(Dataset records)
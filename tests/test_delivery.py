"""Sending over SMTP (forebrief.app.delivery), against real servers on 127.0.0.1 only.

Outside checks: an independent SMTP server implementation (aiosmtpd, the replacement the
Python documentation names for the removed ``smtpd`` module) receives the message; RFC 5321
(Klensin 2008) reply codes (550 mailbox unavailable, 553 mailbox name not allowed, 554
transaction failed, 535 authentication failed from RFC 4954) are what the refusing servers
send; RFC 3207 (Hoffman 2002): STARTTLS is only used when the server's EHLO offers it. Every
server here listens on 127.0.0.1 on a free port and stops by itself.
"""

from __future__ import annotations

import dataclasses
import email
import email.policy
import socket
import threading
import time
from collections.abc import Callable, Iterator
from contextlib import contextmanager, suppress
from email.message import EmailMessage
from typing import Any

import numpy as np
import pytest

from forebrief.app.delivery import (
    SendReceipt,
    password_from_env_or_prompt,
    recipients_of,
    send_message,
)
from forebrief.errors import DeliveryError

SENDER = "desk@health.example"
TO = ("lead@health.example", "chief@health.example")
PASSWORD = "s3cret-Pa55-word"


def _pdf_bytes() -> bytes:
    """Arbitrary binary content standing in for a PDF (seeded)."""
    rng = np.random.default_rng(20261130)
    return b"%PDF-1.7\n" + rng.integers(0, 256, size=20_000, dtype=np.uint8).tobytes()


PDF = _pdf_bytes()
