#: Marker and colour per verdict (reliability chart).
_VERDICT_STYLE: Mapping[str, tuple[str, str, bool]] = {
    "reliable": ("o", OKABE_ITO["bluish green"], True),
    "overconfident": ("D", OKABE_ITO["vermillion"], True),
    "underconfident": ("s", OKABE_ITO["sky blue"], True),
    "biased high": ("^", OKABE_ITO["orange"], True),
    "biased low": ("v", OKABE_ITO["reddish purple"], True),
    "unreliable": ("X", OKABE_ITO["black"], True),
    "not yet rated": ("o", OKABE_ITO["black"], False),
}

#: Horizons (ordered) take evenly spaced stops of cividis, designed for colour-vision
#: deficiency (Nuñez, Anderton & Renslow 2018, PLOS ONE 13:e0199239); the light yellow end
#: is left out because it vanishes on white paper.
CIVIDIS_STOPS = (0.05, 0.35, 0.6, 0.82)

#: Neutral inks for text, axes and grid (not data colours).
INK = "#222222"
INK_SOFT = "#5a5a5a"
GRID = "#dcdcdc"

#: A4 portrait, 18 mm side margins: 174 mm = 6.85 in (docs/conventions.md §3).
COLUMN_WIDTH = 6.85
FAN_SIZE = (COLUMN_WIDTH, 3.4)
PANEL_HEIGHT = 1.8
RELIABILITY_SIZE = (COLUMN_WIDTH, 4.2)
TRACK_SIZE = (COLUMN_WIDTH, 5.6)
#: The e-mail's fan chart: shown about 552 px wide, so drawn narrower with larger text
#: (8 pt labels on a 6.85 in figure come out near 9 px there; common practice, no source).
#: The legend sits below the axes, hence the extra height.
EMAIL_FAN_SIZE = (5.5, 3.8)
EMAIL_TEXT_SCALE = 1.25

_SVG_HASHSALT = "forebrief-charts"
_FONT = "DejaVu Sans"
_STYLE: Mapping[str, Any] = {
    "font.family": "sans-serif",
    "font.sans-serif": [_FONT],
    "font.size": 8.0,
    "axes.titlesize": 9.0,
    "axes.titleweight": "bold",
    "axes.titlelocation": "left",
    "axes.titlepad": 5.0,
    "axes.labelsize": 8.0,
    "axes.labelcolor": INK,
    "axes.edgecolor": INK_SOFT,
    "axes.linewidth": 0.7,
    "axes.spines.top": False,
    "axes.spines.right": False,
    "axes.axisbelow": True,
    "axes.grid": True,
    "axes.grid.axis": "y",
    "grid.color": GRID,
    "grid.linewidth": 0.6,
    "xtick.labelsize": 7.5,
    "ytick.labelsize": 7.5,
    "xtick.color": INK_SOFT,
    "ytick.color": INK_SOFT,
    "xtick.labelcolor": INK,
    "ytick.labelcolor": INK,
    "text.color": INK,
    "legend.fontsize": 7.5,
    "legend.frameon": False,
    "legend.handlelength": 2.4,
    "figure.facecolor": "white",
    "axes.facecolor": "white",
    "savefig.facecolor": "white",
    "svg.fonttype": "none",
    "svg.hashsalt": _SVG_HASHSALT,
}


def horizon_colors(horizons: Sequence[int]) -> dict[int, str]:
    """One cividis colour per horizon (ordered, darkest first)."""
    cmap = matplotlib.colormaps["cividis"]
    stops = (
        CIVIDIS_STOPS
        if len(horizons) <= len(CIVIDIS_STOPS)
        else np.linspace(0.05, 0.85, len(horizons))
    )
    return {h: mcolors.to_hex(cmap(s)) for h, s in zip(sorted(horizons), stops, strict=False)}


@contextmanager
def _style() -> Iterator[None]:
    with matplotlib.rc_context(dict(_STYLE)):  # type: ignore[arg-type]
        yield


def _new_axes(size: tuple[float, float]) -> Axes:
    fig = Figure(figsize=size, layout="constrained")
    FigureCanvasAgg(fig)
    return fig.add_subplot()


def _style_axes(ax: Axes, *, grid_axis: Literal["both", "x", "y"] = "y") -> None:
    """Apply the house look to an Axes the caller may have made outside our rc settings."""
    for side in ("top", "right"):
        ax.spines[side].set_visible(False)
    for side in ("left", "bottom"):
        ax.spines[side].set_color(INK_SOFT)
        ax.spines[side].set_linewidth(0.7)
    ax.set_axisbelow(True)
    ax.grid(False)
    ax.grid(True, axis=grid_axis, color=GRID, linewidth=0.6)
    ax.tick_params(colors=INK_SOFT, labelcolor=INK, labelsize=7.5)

WHAT YOU HAVE TO DO:
Find and copy each line of the data where "white" is present.

RESPONSE:
#: is left out because it vanishes on white paper.
    "figure.facecolor": "white",
    "axes.facecolor": "white",
    "savefig.facecolor": "white",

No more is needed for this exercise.